My husband and I have been together since I was 14 years old, a total of 15 years. We have two young children together, I am their primary care giver, as I stay at home with them.

Our relationship has always been emotionally/sexually abusive, and he has always exhibited manipulating and controlling behavior towards me. Everything has always been his way or not at all, and if I show any resistance it turns into a major fight - even over insignificant issues. I won't get into the details, but you name it, I've been through it with him.

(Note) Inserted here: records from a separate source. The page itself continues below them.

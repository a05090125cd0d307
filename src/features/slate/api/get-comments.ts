import { queryOptions, useQuery } from "@tanstack/react-query";
import type { EpisodeComment } from "@shared/slate/schemas";
import { api } from "../../../lib/api-client";
import { slateKeys } from "./keys";

export const commentsQueryOptions = (channelId: string, episodeId: string) =>
  queryOptions({
    queryKey: slateKeys.comments(channelId, episodeId),
    queryFn: ({ signal }) => api<{ comments: EpisodeComment[] }>(`/api/channels/${channelId}/episodes/${episodeId}/comments`, { signal }).then((r) => r.comments),
  });

export const useComments = (channelId: string, episodeId: string) => useQuery(commentsQueryOptions(channelId, episodeId));
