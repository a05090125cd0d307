import { useEffect, useRef, useState, type FormEvent, type ReactNode } from "react";
import type { ClipDetail, FootageLinks, ShootDayView, ShotView } from "@shared/rushes/schemas";
import { clipRatingLabels, clipRatings, shotKindLabels, shotKinds } from "@shared/rushes/vocabulary";
import { Button } from "../../../components/Button";
import { Notice } from "../../../components/Notice";
import { allOf, QueryState } from "../../../components/States";
import { ApiError } from "../../../lib/api-client";
import { useDeleteClip } from "../api/delete-clip";
import { useFootageLinks } from "../api/footage-links";
import { useClip } from "../api/get-clip";
import { fetchDownloadLink, usePreview } from "../api/get-preview";
import { useShootDays } from "../api/list-shoot-days";
import { useShots } from "../api/list-shots";
import { useUpdateClip } from "../api/update-clip";
import { formatDay, formatDuration, formatInstant, formatSize } from "../../../lib/format";
import { useTimeZone } from "../../../lib/session";
import { clipFormatText } from "./labels";
import { ClipMediaStatus } from "./ClipMedia";
import { ClipPlayer } from "./ClipPlayer";
import { clipFormat, MarksEditor, useMarkForm } from "./MarksEditor";

/** One clip: its preview, its facts, and its log (links, rating, tags, notes, marks); opened at `markId` when it names one of its marks. */
export function ClipPanel({ channelId, clipId, markId = null, canDelete, onClose }: { channelId: string; clipId: string; markId?: string | null; canDelete: boolean; onClose: () => void }) {
  const clip = useClip(channelId, clipId);
  const heading = useRef<HTMLHeadingElement>(null);
  useEffect(() => heading.current?.focus(), [clipId]);
  useEffect(() => {
    const onKey = (e: KeyboardEvent) => e.key === "Escape" && !e.defaultPrevented && onClose();
    window.addEventListener("keydown", onKey);
    return () => window.removeEventListener("keydown", onKey);
  }, [onClose]);
  return (
    <aside role="dialog" aria-modal="false" aria-labelledby="clip-heading" className="fixed inset-0 z-40 w-full overflow-x-hidden overflow-y-auto bg-white p-4 shadow-xl sm:left-auto sm:z-20 sm:max-w-xl sm:border-l sm:border-ply-300 sm:p-5">
      <div className="mb-3 flex items-start justify-between gap-3">
        <h2 id="clip-heading" ref={heading} tabIndex={-1} className="min-w-0 text-lg font-bold break-all">
          {clip.data?.fileName ?? "Clip"}
        </h2>
        <Button tone="quiet" className="shrink-0" onClick={onClose}>
          Close
        </Button>
      </div>
      <QueryState query={clip} loading="Loading the clip…">
        {(detail) => <ClipBody key={detail.id} channelId={channelId} clip={detail} markId={markId} canDelete={canDelete} onDeleted={onClose} />}
      </QueryState>
    </aside>
  );
}

function ClipBody({ channelId, clip, markId, canDelete, onDeleted }: { channelId: string; clip: ClipDetail; markId: string | null; canDelete: boolean; onDeleted: () => void }) {
  const openMark = clip.marks.find((m) => m.id === markId) ?? null;
  const remove = useDeleteClip(channelId);
  const timeZone = useTimeZone();
  const player = useRef<HTMLDivElement | null>(null);
  // After a mark is saved the keys go back to the player, ready for the next in point.
  const marking = useMarkForm(channelId, clip, () => player.current?.focus());
  const format = clipFormat(clip);
  const download = async () => {
    const { url } = await fetchDownloadLink(channelId, clip.id);
    window.location.assign(url);
  };
  return (
    <div className="flex flex-col gap-5">
      <ClipPreview channelId={channelId} clip={clip}>
        {(url, onUnplayable) =>
          format ? (
            <ClipPlayer clip={clip} format={format} url={url} openAt={openMark} draft={marking.draft} onUnplayable={onUnplayable} playerRef={(element) => void (player.current = element)} />
          ) : (
            <video key={url} src={url} poster={clip.posterUrl ?? undefined} controls preload="metadata" onError={onUnplayable} className="aspect-video w-full rounded-md bg-graphite-900" aria-label={`Preview of ${clip.fileName}`} />
          )
        }
      </ClipPreview>
      <ClipMediaStatus channelId={channelId} clip={clip} />
      <MarksEditor channelId={channelId} clip={clip} marking={marking} current={openMark?.id ?? null} />
      <div>
        <Button tone="quiet" onClick={() => void download()}>
          Download original
        </Button>
      </div>
      <dl className="grid grid-cols-[8rem_1fr] gap-x-3 gap-y-1 text-sm" aria-label="Clip facts">
        <dt className="text-graphite-500">Duration</dt>
        <dd>{formatDuration(clip.durationMs)}</dd>
        <dt className="text-graphite-500">Timecode</dt>
        <dd>
          <span className="font-mono">{clip.startTimecode ?? "none"}</span> · {clipFormatText(clip)}
        </dd>
        <dt className="text-graphite-500">Picture</dt>
        <dd>{clip.width && clip.height ? `${clip.width}×${clip.height}` : "unknown"} · {clip.codec ?? "codec unknown"}</dd>
        <dt className="text-graphite-500">Recorded</dt>
        <dd>{formatInstant(clip.recordedAt, timeZone)}</dd>
        <dt className="text-graphite-500">Size</dt>
        <dd>{formatSize(clip.size)}</dd>
        <dt className="text-graphite-500">Checksum</dt>
        <dd className="font-mono text-xs break-all">{clip.sha256 ? `SHA-256 ${clip.sha256}` : clip.storageEtag ? `storage ETag ${clip.storageEtag}` : "none"}</dd>
      </dl>
      <ClipLog channelId={channelId} clip={clip} />
      {canDelete && (
        <div className="border-t border-ply-200 pt-4">
          <Button
            tone="danger"
            busy={remove.isPending}
            onClick={() => {
              if (window.confirm(`Delete ${clip.fileName} from storage and from Kerf? This can't be undone.`)) remove.mutate(clip.id, { onSuccess: onDeleted });
            }}
          >
            Delete clip
          </Button>
          {remove.error && <p className="mt-2 text-sm text-alarm-600">{remove.error.message}</p>}
        </div>
      )}
    </div>
  );
}

/**
 * The clip's picture from a short-lived link, or why there is none. The proxy plays once the server
 * has made it; a panel already playing the original keeps it (a new source would lose the playhead)
 * unless this browser couldn't play the original at all.
 */
function ClipPreview({ channelId, clip, children }: { channelId: string; clip: ClipDetail; children: (url: string, onUnplayable: () => void) => ReactNode }) {
  const [openedWithProxy] = useState(clip.media.hasProxy);
  const [unplayableUrl, setUnplayableUrl] = useState<string | null>(null);
  const proxy = clip.media.hasProxy && (openedWithProxy || unplayableUrl !== null);
  const preview = usePreview(channelId, clip.id, proxy ? clip.media.attempts : null);
  if (preview.data && preview.data.url !== unplayableUrl) {
    const { url } = preview.data;
    return children(url, () => setUnplayableUrl(url));
  }
  const pending = clip.media.state === "waiting" || clip.media.state === "making";
  const message = unplayableUrl
    ? pending
      ? "This browser can't play this file here (a camera codec it doesn't decode). The server is making a copy it can play; it shows here when ready."
      : "This browser can't play this file here (a camera codec it doesn't decode, or no file in storage behind a demo clip). Download the original to view it; marks can still be typed below."
    : preview.isError
      ? "Storage is not reachable; no preview right now."
      : "Loading preview…";
  return <div className="flex aspect-video items-center justify-center rounded-md bg-graphite-900 p-6 text-center text-sm text-ply-200">{message}</div>;
}

const select = "rounded-md border border-ply-300 bg-white px-2 py-1.5 text-sm";

/** The log waits for the episode's days, shots, runs and iterations, so its menus open on the clip's own choices. */
function ClipLog({ channelId, clip }: { channelId: string; clip: ClipDetail }) {
  const plan = allOf(useShootDays(channelId, clip.episodeId), useShots(channelId, clip.episodeId), useFootageLinks(channelId, clip.episodeId));
  return (
    <QueryState query={plan} loading="Loading the log…">
      {([days, shots, links]) => <LogForm channelId={channelId} clip={clip} days={days} shots={shots} links={links} />}
    </QueryState>
  );
}

function LogForm({ channelId, clip, days, shots, links }: { channelId: string; clip: ClipDetail; days: ShootDayView[]; shots: ShotView[]; links: FootageLinks }) {
  const update = useUpdateClip(channelId, clip.id);
  const [notice, setNotice] = useState<{ kind: "error" | "success"; text: string } | null>(null);
  const submit = async (event: FormEvent<HTMLFormElement>) => {
    event.preventDefault();
    const data = new FormData(event.currentTarget);
    const text = (k: string) => String(data.get(k) ?? "");
    setNotice(null);
    try {
      await update.mutateAsync({
        shootDayId: text("shootDayId") || null,
        shotId: text("shotId") || null,
        benchRunId: text("benchRunId") || null,
        buildIterationId: text("buildIterationId") || null,
        rating: (text("rating") || null) as ClipDetail["rating"],
        kind: (text("kind") || null) as ClipDetail["kind"],
        tags: text("tags")
          .split(",")
          .map((t) => t.trim())
          .filter(Boolean),
        notes: text("notes"),
        camera: text("camera"),
      });
      setNotice({ kind: "success", text: "Log saved." });
    } catch (error) {
      const fields = error instanceof ApiError ? Object.values(error.fields) : [];
      setNotice({ kind: "error", text: fields.length ? fields.join(" ") : (error as Error).message });
    }
  };
  return (
    <form key={`${clip.id}-${clip.shotId}-${clip.benchRunId}-${clip.buildIterationId}-${clip.rating}-${clip.tags.join()}`} onSubmit={submit} className="grid min-w-0 grid-cols-1 gap-3 rounded-md border border-ply-300 p-3 sm:grid-cols-2" aria-label="Log this clip">
      <h3 className="font-semibold sm:col-span-2">Log</h3>
      <label className="flex flex-col gap-1 text-sm font-medium">
        Shot
        <select name="shotId" defaultValue={clip.shotId ?? ""} className={select}>
          <option value="">No shot</option>
          {shots.map((s) => (
            <option key={s.id} value={s.id}>
              {s.description}
            </option>
          ))}
        </select>
      </label>
      <label className="flex flex-col gap-1 text-sm font-medium">
        Shoot day
        <select name="shootDayId" defaultValue={clip.shootDayId ?? ""} className={select}>
          <option value="">No day</option>
          {days.map((d) => (
            <option key={d.id} value={d.id}>
              {formatDay(d.day)} {d.place}
            </option>
          ))}
        </select>
      </label>
      <label className="flex flex-col gap-1 text-sm font-medium">
        Rating
        <select name="rating" defaultValue={clip.rating ?? ""} className={select}>
          <option value="">Not rated</option>
          {clipRatings.map((r) => (
            <option key={r} value={r}>
              {clipRatingLabels[r]}
            </option>
          ))}
        </select>
      </label>
      <label className="flex flex-col gap-1 text-sm font-medium">
        Kind
        <select name="kind" defaultValue={clip.kind ?? ""} className={select}>
          <option value="">Not set</option>
          {shotKinds.map((k) => (
            <option key={k} value={k}>
              {shotKindLabels[k]}
            </option>
          ))}
        </select>
      </label>
      <label className="flex flex-col gap-1 text-sm font-medium">
        Tags (comma between)
        <input name="tags" defaultValue={clip.tags.join(", ")} className={select} />
      </label>
      <label className="flex flex-col gap-1 text-sm font-medium">
        Camera
        <input name="camera" defaultValue={clip.camera} className={select} />
      </label>
      <label className="flex flex-col gap-1 text-sm font-medium sm:col-span-2">
        Notes
        <textarea name="notes" defaultValue={clip.notes} rows={3} className={select} />
      </label>
      <ShownSelect label="Bench run shown" name="benchRunId" none="No run" noun="Run" value={clip.benchRunId} things={links.runs} />
      <ShownSelect label="Build iteration shown" name="buildIterationId" none="No iteration" noun="Iteration" value={clip.buildIterationId} things={links.iterations} />
      <div className="flex items-center gap-3 sm:col-span-2">
        <Button type="submit" busy={update.isPending}>
          Save log
        </Button>
        {notice && <Notice kind={notice.kind}>{notice.text}</Notice>}
      </div>
    </form>
  );
}

/** Which run or iteration of the episode the clip shows, saved with the log. */
function ShownSelect({ label, name, none, noun, value, things }: { label: string; name: string; none: string; noun: string; value: string | null; things: { id: string; number: number; title: string }[] }) {
  return (
    <label className="flex min-w-0 flex-col gap-1 text-sm font-medium">
      {label}
      <select name={name} defaultValue={value ?? ""} className={select}>
        <option value="">{none}</option>
        {things.map((thing) => (
          <option key={thing.id} value={thing.id}>
            {noun} {thing.number} · {thing.title}
          </option>
        ))}
      </select>
    </label>
  );
}
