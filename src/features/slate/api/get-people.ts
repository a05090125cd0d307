import { queryOptions, useQuery } from "@tanstack/react-query";
import type { SlatePerson } from "@shared/slate/schemas";
import { api } from "../../../lib/api-client";
import { slateKeys } from "./keys";

export const peopleQueryOptions = (channelId: string) =>
  queryOptions({
    queryKey: slateKeys.people(channelId),
    queryFn: ({ signal }) => api<{ people: SlatePerson[] }>(`/api/channels/${channelId}/slate/people`, { signal }).then((r) => r.people),
    staleTime: 60_000,
  });

export const usePeople = (channelId: string) => useQuery(peopleQueryOptions(channelId));
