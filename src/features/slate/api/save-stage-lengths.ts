import { useMutation, useQueryClient } from "@tanstack/react-query";
import type { StageLengths } from "@shared/slate/schedule";
import { api } from "../../../lib/api-client";
import { stageLengthsPath, type StageLengthSettings } from "./get-stage-lengths";
import { slateKeys } from "./keys";

/** New lengths move every due date: the boards and episode pages refetch. */
export function useSaveStageLengths(channelId: string) {
  const queryClient = useQueryClient();
  return useMutation({
    mutationFn: (stageLengths: StageLengths) => api<StageLengthSettings>(stageLengthsPath(channelId), { method: "PUT", body: { stageLengths } }),
    onSuccess: (saved) => queryClient.setQueryData(slateKeys.settings(channelId), saved),
    onSettled: () => queryClient.invalidateQueries({ queryKey: slateKeys.channel(channelId) }),
  });
}
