import { describe, expect, it } from "vitest";
import { playerKeys } from "./player-keys";

const press = (key: string, mods: Partial<Record<"shiftKey" | "altKey" | "ctrlKey" | "metaKey", boolean>> = {}) => ({ key, shiftKey: false, altKey: false, ctrlKey: false, metaKey: false, ...mods });
const actionOf = (event: ReturnType<typeof press>) => playerKeys.filter((k) => k.matches(event)).map((k) => k.action);

describe("the player's keys", () => {
  it("when a key is pressed, then at most one action answers it", () => {
    for (const event of [press(" "), press("ArrowLeft"), press("ArrowLeft", { shiftKey: true }), press("i"), press("I", { shiftKey: true }), press("o"), press("n"), press("?", { shiftKey: true })]) {
      expect(actionOf(event).length, event.key).toBeLessThanOrEqual(1);
    }
  });

  it("when in, out and note are pressed with or without caps, then they set in, out and open the note", () => {
    expect(actionOf(press("i"))).toEqual(["in"]);
    expect(actionOf(press("O", { shiftKey: true }))).toEqual(["out"]);
    expect(actionOf(press("n"))).toEqual(["note"]);
    expect(actionOf(press("ArrowRight", { shiftKey: true }))).toEqual(["secondOn"]);
  });

  it("when the browser's own shortcuts are pressed (Ctrl or Cmd with a letter), then the player leaves them alone", () => {
    expect(actionOf(press("i", { ctrlKey: true }))).toEqual([]);
    expect(actionOf(press("o", { metaKey: true }))).toEqual([]);
  });

  it("when the sheet lists the keys, then every action is there once with its words", () => {
    const actions = playerKeys.map((k) => k.action);
    expect(new Set(actions).size).toBe(actions.length);
    for (const k of playerKeys) expect(k.does.length).toBeGreaterThan(5);
  });
});
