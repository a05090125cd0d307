import type { EpisodeChanges } from "@shared/slate/schemas";
import { api } from "../../../lib/api-client";
import { episodesBase, useEpisodeMutation, type EpisodeAnswer } from "./episode-mutation";

export const useEditEpisode = (channelId: string, episodeId: string) =>
  useEpisodeMutation(channelId, (changes: EpisodeChanges) => api<EpisodeAnswer>(`${episodesBase(channelId)}/${episodeId}`, { method: "PATCH", body: changes }), episodeId);
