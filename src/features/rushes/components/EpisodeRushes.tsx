import { lazy, Suspense } from "react";
import { roleMay } from "@shared/access/roles";
import { Loading } from "../../../components/States";
import type { EpisodeSectionProps } from "../../../lib/episode-sections";
import { FootageList } from "./FootageList";
import { ShootPlan } from "./ShootPlan";

// The uploader (and the metadata reader it loads when a file is chosen) is fetched only for those who may upload.
const Uploader = lazy(() => import("./Uploader").then((m) => ({ default: m.Uploader })));

/** The episode page's shoot section: the shoot days and the shot list. */
export function EpisodeShoot({ channelId, episodeId, role }: EpisodeSectionProps) {
  if (!roleMay(role, "shoot", "R")) return null;
  return <ShootPlan channelId={channelId} episodeId={episodeId} />;
}

/** The episode page's footage section: the uploads and this episode's footage. */
export function EpisodeFootage({ channelId, episodeId, role }: EpisodeSectionProps) {
  return (
    <div className="grid grid-cols-[minmax(0,1fr)] gap-6">
      {roleMay(role, "footage", "W") && (
        <Suspense fallback={<Loading label="Loading the uploader…" />}>
          <Uploader channelId={channelId} episodeId={episodeId} />
        </Suspense>
      )}
      {roleMay(role, "footage", "R") && (
        <section aria-labelledby="episode-footage-heading">
          <h3 id="episode-footage-heading" className="mb-2 font-semibold">
            This episode's footage
          </h3>
          <FootageList channelId={channelId} episodeId={episodeId} canDelete={roleMay(role, "footage", "W") && role !== "crew"} />
        </section>
      )}
    </div>
  );
}
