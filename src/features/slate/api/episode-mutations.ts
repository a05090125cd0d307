import { useMutation, useQueryClient, type QueryClient } from "@tanstack/react-query";
import type { EpisodeChanges, EpisodeFields, EpisodeRecord } from "@shared/slate/schemas";
import type { Stage } from "@shared/slate/stages";
import { api, ApiError } from "../../../lib/api-client";
import { slateKeys } from "./keys";

type Answer = { episode: EpisodeRecord };

/** Any change to an episode shows on every board of the channel and on its own page. */
function refreshEpisode(queryClient: QueryClient, channelId: string, episodeId?: string) {
  void queryClient.invalidateQueries({ queryKey: slateKeys.boards(channelId) });
  if (episodeId) void queryClient.invalidateQueries({ queryKey: slateKeys.detail(channelId, episodeId) });
}

/** On a 409 the server sent the episode as it is now: the page shows it by refetching. */
export const isConflict = (error: unknown): error is ApiError => error instanceof ApiError && error.status === 409;

export function useCreateEpisode(channelId: string) {
  const queryClient = useQueryClient();
  return useMutation({
    mutationFn: (fields: EpisodeFields) => api<Answer>(`/api/channels/${channelId}/episodes`, { method: "POST", body: fields }).then((r) => r.episode),
    onSettled: () => refreshEpisode(queryClient, channelId),
  });
}

export function useEditEpisode(channelId: string, episodeId: string) {
  const queryClient = useQueryClient();
  return useMutation({
    mutationFn: (changes: EpisodeChanges) => api<Answer>(`/api/channels/${channelId}/episodes/${episodeId}`, { method: "PATCH", body: changes }).then((r) => r.episode),
    onSettled: () => refreshEpisode(queryClient, channelId, episodeId),
  });
}

export function useArchiveEpisode(channelId: string, episodeId: string) {
  const queryClient = useQueryClient();
  return useMutation({
    mutationFn: ({ version, archived }: { version: number; archived: boolean }) =>
      api<Answer>(`/api/channels/${channelId}/episodes/${episodeId}/${archived ? "archive" : "restore"}`, { method: "POST", body: { version } }).then((r) => r.episode),
    onSettled: () => refreshEpisode(queryClient, channelId, episodeId),
  });
}

export function useOverrideDueDate(channelId: string, episodeId: string) {
  const queryClient = useQueryClient();
  return useMutation({
    mutationFn: ({ stage, version, dueDate }: { stage: Stage; version: number; dueDate: string | null }) =>
      api<Answer>(`/api/channels/${channelId}/episodes/${episodeId}/due-dates/${stage}`, { method: "PUT", body: { version, dueDate } }).then((r) => r.episode),
    onSettled: () => refreshEpisode(queryClient, channelId, episodeId),
  });
}
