import { useState, type FormEvent } from "react";
import { Link } from "react-router-dom";
import { roleMay } from "@shared/access/roles";
import type { FootageLinks, ShowingFootage } from "@shared/rushes/schemas";
import { Button } from "../../../components/Button";
import { SelectField } from "../../../components/form-fields";
import { Notice } from "../../../components/Notice";
import { QueryState } from "../../../components/States";
import type { FootageShownProps, ShownThing } from "../../../lib/footage-shown";
import { useFootageLinks } from "../api/footage-links";
import { useLinkClip, type ClipLinks } from "../api/link-clip";
import { useUpdateMark } from "../api/update-mark";

const nameOf = (shows: ShownThing) => `${shows.kind === "run" ? "run" : "iteration"} ${shows.number}`;
const linkField = (shows: ShownThing) => (shows.kind === "run" ? "benchRunId" : "buildIterationId");

/** On a run's or an iteration's card: the clips and marks that show it, each with its poster, and a way to link one more. */
export function ShownFootage({ channelId, episodeId, role, shows }: FootageShownProps) {
  const links = useFootageLinks(channelId, episodeId);
  if (!roleMay(role, "footage", "R")) return null;
  return (
    <section aria-label={`Footage of ${nameOf(shows)}`} className="mt-3 border-t border-ply-200 pt-3">
      <p className="mb-2 text-xs font-semibold uppercase tracking-wide text-graphite-500">Footage of {nameOf(shows)}</p>
      <QueryState query={links} loading="Loading footage…">
        {(data) => <ShownList channelId={channelId} data={data} shows={shows} canLink={roleMay(role, "footage", "W")} />}
      </QueryState>
    </section>
  );
}

function ShownList({ channelId, data, shows, canLink }: { channelId: string; data: FootageLinks; shows: ShownThing; canLink: boolean }) {
  const target = (shows.kind === "run" ? data.runs : data.iterations).find((t) => t.id === shows.id);
  const footage = target?.footage ?? [];
  return (
    <div className="flex flex-col gap-3">
      {footage.length === 0 ? (
        <p className="text-sm text-graphite-500">No clip or mark shows {nameOf(shows)} yet.</p>
      ) : (
        <ul className="grid grid-cols-1 gap-2 sm:grid-cols-2" aria-label={`Clips and marks showing ${nameOf(shows)}`}>
          {footage.map((item) => (
            <ShownItem key={item.mark ? `mark-${item.mark.id}` : `clip-${item.clipId}`} channelId={channelId} item={item} shows={shows} canLink={canLink} />
          ))}
        </ul>
      )}
      {canLink && <LinkClipForm channelId={channelId} data={data} shows={shows} />}
    </div>
  );
}

function ShownItem({ channelId, item, shows, canLink }: { channelId: string; item: ShowingFootage; shows: ShownThing; canLink: boolean }) {
  const unlinkClip = useLinkClip(channelId);
  const unlinkMark = useUpdateMark(channelId, item.clipId);
  const unlink = item.mark ? unlinkMark : unlinkClip;
  const field = linkField(shows);
  const what = item.mark ? `the mark ${item.mark.in} to ${item.mark.out} of ${item.fileName}` : item.fileName;
  const label = item.mark ? `${item.fileName}, mark ${item.mark.in} to ${item.mark.out}` : item.fileName;
  const remove = () => {
    const links: ClipLinks = { [field]: null };
    if (item.mark) unlinkMark.mutate({ markId: item.mark.id, patch: links });
    else unlinkClip.mutate({ clipId: item.clipId, links });
  };
  return (
    <li aria-label={label} className="flex min-w-0 gap-3 rounded-md border border-ply-200 bg-ply-50 p-2">
      {item.posterUrl ? (
        <img src={item.posterUrl} alt={`Poster of ${item.fileName}`} className="aspect-video w-24 shrink-0 rounded bg-graphite-900 object-cover" loading="lazy" />
      ) : (
        <span className="flex aspect-video w-24 shrink-0 items-center justify-center rounded bg-graphite-900 text-center text-[10px] text-ply-200">No poster</span>
      )}
      <div className="flex min-w-0 flex-1 flex-col gap-1 text-sm">
        <Link to={`/c/${channelId}/rushes?clip=${item.clipId}`} className="font-medium break-all text-rust-600 underline">
          {item.fileName}
        </Link>
        {item.mark ? (
          <span className="text-graphite-700">
            <span className="font-mono text-xs">
              {item.mark.in} → {item.mark.out}
            </span>
            {item.mark.note && <span className="block break-words">{item.mark.note}</span>}
          </span>
        ) : (
          <span className="text-xs text-graphite-500">Whole clip</span>
        )}
        {canLink && (
          <div>
            <Button tone="quiet" className="px-2 py-0.5 text-xs" busy={unlink.isPending} aria-label={`Unlink ${what} from ${nameOf(shows)}`} onClick={remove}>
              Unlink
            </Button>
          </div>
        )}
        {unlink.error && <p className="text-xs text-alarm-600">{unlink.error.message}</p>}
      </div>
    </li>
  );
}

/** A select of the episode's clips: choosing one links the whole clip (moving it from any other run or iteration). */
function LinkClipForm({ channelId, data, shows }: { channelId: string; data: FootageLinks; shows: ShownThing }) {
  const link = useLinkClip(channelId);
  const [clipId, setClipId] = useState("");
  const [notice, setNotice] = useState<{ kind: "error" | "success"; text: string } | null>(null);
  const field = linkField(shows);
  const numbers = new Map((shows.kind === "run" ? data.runs : data.iterations).map((t) => [t.id, t.number]));
  const choices = data.clips.filter((c) => c[field] !== shows.id);
  if (data.clips.length === 0) return <p className="text-xs text-graphite-500">This episode has no footage yet; upload clips in its Footage part.</p>;
  if (choices.length === 0) return null;
  const submit = async (event: FormEvent) => {
    event.preventDefault();
    setNotice(null);
    if (!clipId) return setNotice({ kind: "error", text: "Choose a clip first." });
    try {
      const clip = await link.mutateAsync({ clipId, links: { [field]: shows.id } });
      setClipId("");
      setNotice({ kind: "success", text: `${clip.fileName} linked.` });
    } catch (error) {
      setNotice({ kind: "error", text: (error as Error).message });
    }
  };
  const options = [
    { value: "", label: "Choose a clip…" },
    ...choices.map((c) => {
      const now = c[field] ? numbers.get(c[field]) : undefined;
      return { value: c.id, label: now === undefined ? c.fileName : `${c.fileName} (now ${shows.kind} ${now})` };
    }),
  ];
  return (
    <form onSubmit={(e) => void submit(e)} className="flex flex-wrap items-end gap-2" aria-label={`Link a clip to ${nameOf(shows)}`}>
      <div className="min-w-0 flex-1 basis-48">
        <SelectField label="Link a clip" value={clipId} onChange={(e) => setClipId(e.target.value)} options={options} />
      </div>
      <Button type="submit" tone="quiet" busy={link.isPending}>
        Link
      </Button>
      {data.moreClips && <p className="w-full text-xs text-graphite-500">The newest 500 clips are listed; link older ones from the clip's own panel.</p>}
      {notice && (
        <div className="w-full">
          <Notice kind={notice.kind}>{notice.text}</Notice>
        </div>
      )}
    </form>
  );
}
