import type { BoardFilters } from "@shared/slate/schemas";

/** Every slate query key, general to specific, so a mutation can invalidate at any level. */
export const slateKeys = {
  all: ["slate"] as const,
  channel: (channelId: string) => [...slateKeys.all, channelId] as const,
  boards: (channelId: string) => [...slateKeys.channel(channelId), "board"] as const,
  board: (channelId: string, filters: BoardFilters) => [...slateKeys.boards(channelId), filters] as const,
  details: (channelId: string) => [...slateKeys.channel(channelId), "detail"] as const,
  detail: (channelId: string, episodeId: string) => [...slateKeys.details(channelId), episodeId] as const,
  history: (channelId: string, episodeId: string) => [...slateKeys.detail(channelId, episodeId), "history"] as const,
  comments: (channelId: string, episodeId: string) => [...slateKeys.detail(channelId, episodeId), "comments"] as const,
  people: (channelId: string) => [...slateKeys.channel(channelId), "people"] as const,
  settings: (channelId: string) => [...slateKeys.channel(channelId), "settings"] as const,
};
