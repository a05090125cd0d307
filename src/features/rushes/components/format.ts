import type { ClipView } from "@shared/rushes/schemas";
import { describeFormat } from "@shared/timecode/rates";

export function formatDuration(ms: number): string {
  const total = Math.round(ms / 1000);
  const h = Math.floor(total / 3600);
  const m = Math.floor((total % 3600) / 60);
  const s = total % 60;
  const pad = (n: number) => String(n).padStart(2, "0");
  return h > 0 ? `${h}:${pad(m)}:${pad(s)}` : `${m}:${pad(s)}`;
}

export const clipFormatText = (clip: Pick<ClipView, "frameRate" | "dropFrame">) => (clip.frameRate ? describeFormat({ rate: clip.frameRate, dropFrame: clip.dropFrame }) : "No frame rate");

export const formatWhen = (iso: string) => new Date(iso).toLocaleString(undefined, { dateStyle: "medium", timeStyle: "short" });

I recently, about 4 weeks ago, uncovered an affair he'd had a few years ago. I knew at the time but could never prove it. It's been eating away at me since, and driving a significant wedge between us. At this point the affair is mostly a side note as the abusive behavior is more worrisome. I make note of the affair only because that was finally the driving force behind seeking therapy as a couple.

However, I must state that my heart isn't in it, and I've already checked out, so to speak. My decision to go to counselling was a calculated one in that it buys me some time to get a plan together, and also the history of abuse has been documented by a professional should I ever need to prove it. 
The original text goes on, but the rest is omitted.